Faz cerca de um ano que o jornal The Guardian divulgou os seguintes números: existem na Europa 11 milhões de casas vazias e 4,1 milhões de pessoas sem abrigo. Lembro-me logo da ocupação de São Lázaro, em Lisboa, ou da Es.Co.La da Fontinha, no Porto, ao longo de 2012. Ambos os espaços tornados públicos por quem deles precisava, vividos durante algum tempo, para depois serem destruídos pelo Estado e pela polícia. A perversidade está à flor da pele: os Estados nada podem fazer quanto à crescente miséria humana, mas não deixarão que as pessoas sigam caminho sozinhas. Para cada pobreza, a respectiva fila de espera.
Mas uma boa notícia: em Toulouse, França, um edifício foi ocupado para alojar pessoas sem abrigo. Foi criado o Collectif pour la Requisition, l’Entraide et L’autogestion – C.R.E.A., que a partir de 2011 garantiu habitação a cerca de quarenta pessoas, entre elas sete famílias e cerca de quinze crianças. Uma outra parte do edifício foi usada para um Centro Social: ali se dinamizaram actividades e espaços abertos a todos, biblioteca, bar e sala de festas, salas de aulas, boxe, alfabetização, apoio escolar, apoio social e jurídico, cozinha ou costura.
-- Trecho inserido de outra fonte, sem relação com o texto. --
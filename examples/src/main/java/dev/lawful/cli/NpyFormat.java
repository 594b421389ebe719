package dev.lawful.cli;

import java.nio.ByteBuffer;
import java.nio.ByteOrder;
import java.nio.charset.StandardCharsets;
import java.util.ArrayList;
import java.util.List;
import java.util.regex.Matcher;
import java.util.regex.Pattern;

/**
 * The NumPy {@code .npy} header, as NumPy's format specification ({@code numpy.lib.format}, "NPY format") defines
 * it: the magic string {@code \x93NUMPY}, a major and a minor version byte, the header length (2 bytes little-endian
 * in version 1.0, 4 bytes in 2.0 and 3.0), then an ASCII (3.0: UTF-8) Python dictionary literal with the keys
 * {@code descr} (the data type, such as {@code '<f8'}), {@code fortran_order} and {@code shape}, padded with spaces
 * and ended by a line feed, after which the data start. Only float64 and float32 in either byte order are read
 * (NumPy's {@code '<f8'}, {@code '>f8'}, {@code '<f4'}, {@code '>f4'}; {@code '='} is taken as little-endian, the
 * byte order of every machine NumPy writes these on in practice).
 *
 * @param descr        the data type string
 * @param fortranOrder whether the array is stored column-major
 * @param shape        the dimensions
 * @param dataOffset   the byte at which the data start
 */
record NpyFormat(String descr, boolean fortranOrder, long[] shape, int dataOffset) {
    private static final byte[] MAGIC = {(byte) 0x93, 'N', 'U', 'M', 'P', 'Y'};
    private static final Pattern DESCR = Pattern.compile("'descr'\\s*:\\s*'([^']*)'");
    private static final Pattern FORTRAN = Pattern.compile("'fortran_order'\\s*:\\s*(True|False)");
    private static final Pattern SHAPE = Pattern.compile("'shape'\\s*:\\s*\\(([^)]*)\\)");

    /** @return the bytes per value: 8 or 4 */
    int itemSize() {
        return descr.charAt(2) == '8' ? 8 : 4;
    }

    /** @return the byte order of the values */
    ByteOrder order() {
        return descr.charAt(0) == '>' ? ByteOrder.BIG_ENDIAN : ByteOrder.LITTLE_ENDIAN;
    }

    /** @return the number of rows: the first dimension (1 for a 0-dimensional array) */
    long rows() {
        return shape.length == 0 ? 1 : shape[0];
    }

    /** @return the number of columns: the second dimension, 1 for a one-dimensional array */
    long width() {
        return shape.length < 2 ? 1 : shape[1];
    }

    /**
     * Reads a header.
     *
     * @param file   the file's name for messages
     * @param prefix at least the first 10 bytes of the file, and as many more as {@link #prefixLength} asks
     * @return the header
     * @throws DataException when the bytes are not a .npy header of a supported type and shape
     */
    static NpyFormat parse(String file, byte[] prefix) {
        int length = prefixLength(file, prefix);
        if (prefix.length < length) {
            throw DataException.at(file, null, null, "the file ends inside its .npy header");
        }
        int major = prefix[6];
        int start = major == 1 ? 10 : 12;
        String header = new String(prefix, start, length - start, major == 3 ? StandardCharsets.UTF_8
                : StandardCharsets.ISO_8859_1);
        Matcher d = DESCR.matcher(header);
        Matcher f = FORTRAN.matcher(header);
        Matcher s = SHAPE.matcher(header);
        if (!d.find() || !f.find() || !s.find()) {
            throw DataException.at(file, null, null, "the .npy header is not a dictionary with descr, fortran_order"
                    + " and shape: " + header.strip());
        }
        String descr = d.group(1);
        if (descr.length() == 3 && descr.charAt(0) == '=') {
            descr = "<" + descr.substring(1);
        }
        if (!List.of("<f8", ">f8", "<f4", ">f4").contains(descr)) {
            throw DataException.at(file, null, null, "the array holds '" + descr + "' values; expected float64 or"
                    + " float32 ('<f8', '>f8', '<f4' or '>f4'): convert it with astype(numpy.float64)");
        }
        List<Long> dims = new ArrayList<>();
        for (String part : s.group(1).split(",")) {
            if (!part.isBlank()) {
                dims.add(Long.parseLong(part.strip().replace("L", "")));
            }
        }
        if (dims.size() > 2) {
            throw DataException.at(file, null, null, "the array has " + dims.size() + " dimensions; expected one (a"
                    + " column) or two (rows by columns)");
        }
        return new NpyFormat(descr, f.group(1).equals("True"), dims.stream().mapToLong(Long::longValue).toArray(),
                length);
    }

    /**
     * @param file   the file's name for messages
     * @param prefix at least the first 12 bytes of the file (10 suffice for version 1.0)
     * @return the length of the magic, version, length field and header: where the data start
     * @throws DataException when the magic or the version is wrong
     */
    static int prefixLength(String file, byte[] prefix) {
        if (prefix.length < 10) {
            throw DataException.at(file, null, null, "the file is too short for a .npy header");
        }
        for (int i = 0; i < MAGIC.length; i++) {
            if (prefix[i] != MAGIC[i]) {
                throw DataException.at(file, null, null, "not a NumPy .npy file (it does not start with \\x93NUMPY)");
            }
        }
        int major = prefix[6];
        ByteBuffer b = ByteBuffer.wrap(prefix).order(ByteOrder.LITTLE_ENDIAN);
        if (major == 1) {
            return 10 + Short.toUnsignedInt(b.getShort(8));
        }
        if ((major == 2 || major == 3) && prefix.length >= 12) {
            return 12 + b.getInt(8);
        }
        throw DataException.at(file, null, null, ".npy format version " + major + "." + prefix[7] + "; expected 1.0,"
                + " 2.0 or 3.0");
    }

    /**
     * Writes a version 1.0 header.
     *
     * @param descr        the data type string, such as {@code <f8}
     * @param fortranOrder whether the data are stored column-major
     * @param shape        the dimensions
     * @param total        the length of the whole prefix (magic to line feed), a multiple of 64, large enough
     * @return the prefix's bytes
     */
    static byte[] header(String descr, boolean fortranOrder, long[] shape, int total) {
        StringBuilder dims = new StringBuilder();
        for (int i = 0; i < shape.length; i++) {
            dims.append(i == 0 ? "" : ", ").append(shape[i]);
        }
        if (shape.length == 1) {
            dims.append(',');
        }
        String dict = "{'descr': '" + descr + "', 'fortran_order': " + (fortranOrder ? "True" : "False")
                + ", 'shape': (" + dims + "), }";
        int room = total - 10 - 1 - dict.length();
        if (room < 0 || total % 64 != 0) {
            throw new IllegalArgumentException("a .npy prefix of " + total + " bytes cannot hold " + dict);
        }
        ByteBuffer b = ByteBuffer.allocate(total).order(ByteOrder.LITTLE_ENDIAN);
        b.put(MAGIC).put((byte) 1).put((byte) 0).putShort((short) (total - 10));
        b.put((dict + " ".repeat(room) + "\n").getBytes(StandardCharsets.ISO_8859_1));
        return b.array();
    }
}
Em 2012, Susana Costa e João Garrinhas, através do colectivo Outros Ângulos, passaram por lá e acompanharam este lugar durante um mês, trazendo um pequeno documentário – “C.R.E.A.” – para partilhar esta experiência com os que dali estão longe. Assim me chegou esta história: um grupo de pessoas dando vida a uma solução, pelas suas mãos. Face à miséria, a organização popular e a entreajuda. Quarenta pessoas fora das ruas e dentro de uma casa, formando uma grande família. Quarenta pessoas a decidir em conjunto. Situações de pobreza transformadas num projecto comum, onde nasce a segurança e o afecto, tão difíceis de encontrar a dormir ao frio.
Em Março desse ano, a Câmara Municipal de Toulouse abre um processo de expulsão. Alegando que não existem as devidas formalidades para a ocupação daquela propriedade, e que o local não tem condições de higiene para as crianças, decide atirar todos de novo para a rua. Alega ainda que pretende dinamizar naquele espaço o mesmo projecto, mas desta vez, «público». Municipalizado. Com horários e regras de funcionamento. Mas todas as respostas do Estado para as pessoas sem abrigo estão a diminuir, (para isso) não há dinheiro suficiente. É então um problema de propriedade ou de medo da autogestão?
O alojamento de quarenta pessoas custa à câmara 60.000 euros. Nós fizemo-lo com água e luz, mas quando as pessoas se organizam por elas mesmas, quando as pessoas se entreajudam entre si, o Estado recusa isso, prefere que dependamos do sistema, diz um dos envolvidos. O Estado não é parte da solução, antes parte do problema. Assume que não tem meios para ajudar quem precisa, mas irá dizer-nos que não o podemos fazer por nós mesmos. Defende como mais legítimo esmagar um tremendo movimento de solidariedade do que travar a corrupção da banca, a especulação imobiliária ou a exploração laboral.
Para as famílias, o caminho é resistir e ocupar outros edifícios, para poderem continuar juntos. Porque a alternativa é a rua – apesar do investimento «público» em trazer um helicóptero e 200 polícias de elite para concretizar o desalojo. Mas uma boa notícia: O C.R.E.A. continua a ocupar edifícios e a experimentar novas formas de organização, alternativas ao Estado. Ocupam actualmente um antigo restaurante, depois da última expulsão, em Novembro de 2014.